デッカは駆け出しのD級冒険者だ。駆け出しでも師匠のカカラに付いて何回もダンジョンの奥へは潜っていてそれなりの実力もある。後一・二回ダンジョンに潜ればC級に上がれるはずだった。
「なんであんなに聖女さまをヨイショするのかな?」
ミスタの町で勇者が勝手に出発したことにより、町に停まる回数は減った。聖女が何を言おうが決められた休憩場所以外で停まらなくなったからだ。それでも一回の休憩時間は長く、まだまだ歩みは遅い。
「さあな、上には上の言い分があるんじゃろうよ」
デッカの師匠のカカラは今日は違う幌馬車に乗っている。そこで多分また勇者にフラれた聖女様を笑っているんだと思う。
「騎士様たちは分かるよ。王族絶対主義で逆らえないだろうけど。神殿の人たちは…」
勇者も聖女も特別と言いながら、聖女ばかりを優遇している。勇者に聖女に合わせろと強要しているようにみえる。いや、強要している。
「法王は頑張っておるんじゃか、長年積み重なったものは中々変わらぬからのう」
デッカの頭にあの綺麗過ぎる法王の姿が浮かぶ。陰で色々悪く言われている法王だった。だけど、デッカは旅に同行している神官たちよりずっとかマシな人に見えた。
「神殿の聖女至上主義は深く根付いておる。

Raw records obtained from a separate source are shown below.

@dataclass(frozen=True)
class RawPaths:
    """The raw logs on disk; only the readings are always needed."""

    readings: Path
    events: Path | None = None
    actions: Path | None = None
    attributes: Path | None = None

    def fingerprint(self) -> str:
        """One sha256 over the files' own checksums, in a fixed order."""
        parts = [sha256_file(p) if p else "-" for p in
                 (self.readings, self.events, self.actions, self.attributes)]
        return hashlib.sha256("\n".join(parts).encode()).hexdigest()


def read_inputs(dataset: DatasetSpec, paths: RawPaths) -> TimelineInputs:
    """Read the raw logs, keeping entity columns as text."""
    spec = _timeline(dataset)
    if spec.actions is not None and paths.actions is None:
        raise DataError("the config has an actions section; give the maintenance log (--actions)")
    if spec.attributes is not None and paths.attributes is None:
        raise DataError("the config has an attributes section; give them (--attributes)")

    def read(path: Path | None, entity: str | None) -> pd.DataFrame | None:
        if path is None:
            return None
        return read_table(path, text_columns=[entity] if entity else [])

    return TimelineInputs(
        readings=read(paths.readings, spec.readings.entity),  # type: ignore[arg-type]
        failures=read(paths.events, spec.failures.entity),
        actions=read(paths.actions, spec.actions.entity if spec.actions else None),
        attributes=read(paths.attributes, spec.attributes.entity if spec.attributes else None),
    )


def feature_names(spec: TimelineSpec) -> list[str]:
    """The columns the builder adds, in order: what a config's ``features`` may name."""
    return spec.feature_names


def build_snapshots(
    spec: TimelineSpec, inputs: TimelineInputs, at: pd.Series | str | None = None
) -> pd.DataFrame:
    """Snapshots with their features and label status, one row per (entity, snapshot time).

    Columns: the readings' entity and time columns, every feature in ``feature_names(spec)``,
    then ``snapshot_status`` (positive, negative, censored or down). ``at`` overrides the
    cadence with explicit snapshot times, or ``"latest"`` for the latest reading, for a
    single entity (the online path).
    """
    clock = _Clock(spec)
    readings = _readings(spec, inputs.readings, clock)
    # Hash-based factorising: sorting a million strings would cost more than the whole build.
    codes, uniques = pd.factorize(readings.frame["__entity"], sort=True)
    names = np.asarray(uniques, dtype=object)
    order = np.lexsort((readings.times, codes))
    codes, times = codes[order], readings.times[order]
    frame = readings.frame.iloc[order].reset_index(drop=True)
    start = np.searchsorted(codes, np.arange(names.size), side="left")

    if at is not None:
        if names.size != 1:
            shown = ", ".join(_shown(name) for name in names[:3])
            raise LogValueError(
                f"holds {names.size} entities ({shown}{', ...' if names.size > 3 else ''}); "
                "a snapshot at a given time (or the latest reading) is built for one entity",
                "readings", spec.readings.entity)
        if isinstance(at, str) and at == LATEST:
            snap_times = times[-1:]
        else:
            snap_times = np.sort(clock.values(pd.Series(at).reset_index(drop=True), "at", "at"))
            if snap_times[0] < times[0]:
                # Every look-back feature would be missing: a snapshot of nothing, not of t.
                raise LogValueError(f"no readings at or before {clock.show(snap_times[0])}", "at")
        snap_codes = np.zeros(snap_times.size, dtype=np.int64)
    else:
        snap_codes, snap_times = _cadence(spec, clock, codes, times, start, names.size)

    out: dict[str, object] = {
        spec.readings.entity: names[snap_codes],
        spec.readings.time: clock.column(snap_times),
    }
    out.update(_window_features(spec, clock, codes, times, frame, start, snap_codes, snap_times))
    hi = rank(codes, times, snap_codes, snap_times, inclusive=True)
    for state in spec.readings.states:
        latest = last_valid_index(codes, frame[state].notna().to_numpy())[np.maximum(hi - 1, 0)]
        found = (hi > start[snap_codes]) & (latest >= start[snap_codes])
        values = frame[state].to_numpy(dtype=object)[np.maximum(latest, 0)]
        out[state] = pd.Series(np.where(found, values, None), dtype=frame[state].dtype)

    failures = _events(spec.failures.entity, spec.failures.time, inputs.failures, "failures",
                       names, clock, _failure_filter(spec))
    failure_log = EventLog(failures.codes, failures.times)
    out["failures_before"] = failure_log.count_through(snap_codes, snap_times)
    previous, found = failure_log.latest(snap_codes, snap_times)
    out[f"since_failure_{spec.time_suffix}"] = _since(snap_times, previous, found, clock)
    repairs = None
    if spec.actions is not None:
        # Unlike failures (none logged is an answer), missing actions would fake 'never done'.
        _require(inputs.actions, "actions", [spec.actions.kind_column])
        actions = _events(spec.actions.entity, spec.actions.time, inputs.actions, "actions",
                          names, clock, None)
        kinds = actions.frame[spec.actions.kind_column].astype("string").to_numpy()
        for kind in spec.actions.kinds:
            chosen = kinds == kind
            log = EventLog(actions.codes[chosen], actions.times[chosen])
            previous, found = log.latest(snap_codes, snap_times)
            out[spec.action_feature(kind)] = _since(snap_times, previous, found, clock)
        if spec.down.until_action:
            chosen = np.isin(kinds, list(spec.down.until_action))
            repairs = EventLog(actions.codes[chosen], actions.times[chosen])
    table = pd.DataFrame(out)
    if spec.attributes is not None:
        table = _join_attributes(spec, table, inputs.attributes)
    if spec.calendar:
        moments = pd.to_datetime(snap_times.view("datetime64[ns]"))
        parts = {"month": moments.month, "weekday": moments.day_of_week, "hour": moments.hour}
        for part in spec.calendar:
            table[part] = np.asarray(parts[part], dtype=np.int64)

    # The end of observation: the entity's last reading or last failure, whichever is later.
    end = times[np.append(start[1:], codes.size) - 1].copy()
    np.maximum.at(end, failures.codes, failures.times)
    table[STATUS] = label_status(
        snap_codes, snap_times, failure_log, repairs, clock.span(spec.horizon),
        clock.span(spec.down.after_failure), end[snap_codes],
    )
    return table


def label_counts(table: pd.DataFrame) -> dict[str, int]:
    """How many snapshots of each status a built table holds."""
    counts = table[STATUS].value_counts()
    return {status: int(counts.get(status, 0)) for status in (POSITIVE, NEGATIVE, CENSORED, DOWN)}


def labelled_table(dataset: DatasetSpec, built: pd.DataFrame) -> pd.DataFrame:
    """The table ``train`` consumes: usable snapshots, named as the data-set spec says.

    Positive and negative snapshots stay (censored ones too under ``censored: negative``);
    down snapshots never do. Adds the id column (``<entity>@<time>``) and the 0/1 target.
    """
    spec = _timeline(dataset)
    keep = built[STATUS].isin([POSITIVE, NEGATIVE])
    if spec.censored == "negative":
        keep |= built[STATUS] == CENSORED
    table = built[keep.to_numpy()].reset_index(drop=True)
    table = _name_columns(dataset, table)
    table.insert(len(table.columns) - 1, dataset.target,
                 (table[STATUS] == POSITIVE).astype(np.int64))
    return table.drop(columns=[STATUS])


def entity_features(
    dataset: DatasetSpec, inputs: TimelineInputs, at: object | None = None
) -> pd.DataFrame:
    """The feature row of one entity at ``at`` (default: its latest reading), built by the same
    code as the batch build; give at least the readings of the look-back windows."""
    spec = _timeline(dataset)
    built = build_snapshots(spec, inputs, at=LATEST if at is None else pd.Series([at]))
    return _name_columns(dataset, built).drop(columns=[STATUS])


def snapshot_features(
    dataset: DatasetSpec, inputs: TimelineInputs, latest: bool = False
) -> pd.DataFrame:
    """Every snapshot the cadence gives (or each entity's latest), named as the spec says, for
    scoring: down and censored snapshots too, since scoring needs no label."""
    built = _name_columns(dataset, build_snapshots(_timeline(dataset), inputs))
    if latest:
        entity = dataset.entity or _timeline(dataset).readings.entity
        built = built.groupby(entity, sort=False).tail(1).reset_index(drop=True)
    return built.drop(columns=[STATUS])


def check_no_leakage(
    builder: Callable[[pd.DataFrame], pd.DataFrame],
    readings: pd.DataFrame,
    entity: str,
    time: str,
    measurements: list[str],
    seed: int = 0,
) -> list[str]:
    """Columns of ``builder``'s output that change at some time t when only rows after t change.

    Picks a cut-off inside each entity's readings, scales, shifts and thins every reading after
    it, rebuilds, and compares each snapshot at or before the cut-off. ``builder`` maps readings
    to a table with the same ``entity`` and ``time`` columns. An empty list means no leak seen.
    """
    rng = np.random.default_rng(seed)
    times = pd.Series(readings[time].to_numpy())
    ordered = times.groupby(readings[entity].to_numpy()).rank(method="first", pct=True)
    cutoff_share = rng.uniform(0.3, 0.7)
    cut_rank = ordered.to_numpy() <= cutoff_share
    cutoff = times[cut_rank].groupby(readings[entity].to_numpy()[cut_rank]).max()
    limit = readings[entity].map(cutoff).to_numpy()
    later = ~pd.isna(limit) & (times.to_numpy() > limit)
    changed = readings.copy()
    for column in measurements:
        values = changed[column].to_numpy(dtype=np.float64).copy()
        values[later] = values[later] * rng.uniform(2.0, 5.0) + rng.normal(0, 100, later.sum())
        changed[column] = values
    changed = changed[~later | (rng.uniform(size=len(changed)) < 0.6)]
    before, after = builder(readings), builder(changed)
    keys = [entity, time]
    merged = before.merge(after, on=keys, suffixes=("", "__probe"))
    early = merged[time].to_numpy() <= merged[entity].map(cutoff).to_numpy()
    leaking: list[str] = []
    for column in before.columns:
        if column in keys:
            continue
        a, b = merged[column][early], merged[f"{column}__probe"][early]
        same = (a == b) | (a.isna() & b.isna())
        if not bool(same.all()):
            leaking.append(column)
    if not early.any():
        raise DataError("the leakage probe found no snapshot before its cut-off to compare")
    return leaking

やはりそう簡単には変えられなかった、ということじゃ」
聖女至上主義、そう言われるとそうの通りだと思う。何をおいても聖女の言葉が優先されている。今は宥めてご機嫌とって旅を進めているが。
「元々、法王にと望まれておったのは違う人じゃった。その人を排除して法王となったと言われておるから、今でも神殿内で反感を持つ者が多いんじゃろうな。」
デッカはふーんと思うしかない。権力争いなんて別世界だ。ただ、汚い手を使って法王になったから、命令を無視して神官たちが好き勝手しているのかな? と思うだけだ。
「デッカ、何故出発が早かったのか分かるか?」
デッカは首を傾げた。今日も出発は遅かった。遅起きの聖女の身支度に時間がかかったからだ。あんな着るのにも時間がかかる旅装束でない姿をいつまでしているのだろうとデッカは思う。守る立場からあんな足手纏しかならない格好はいい加減やめてほしかった。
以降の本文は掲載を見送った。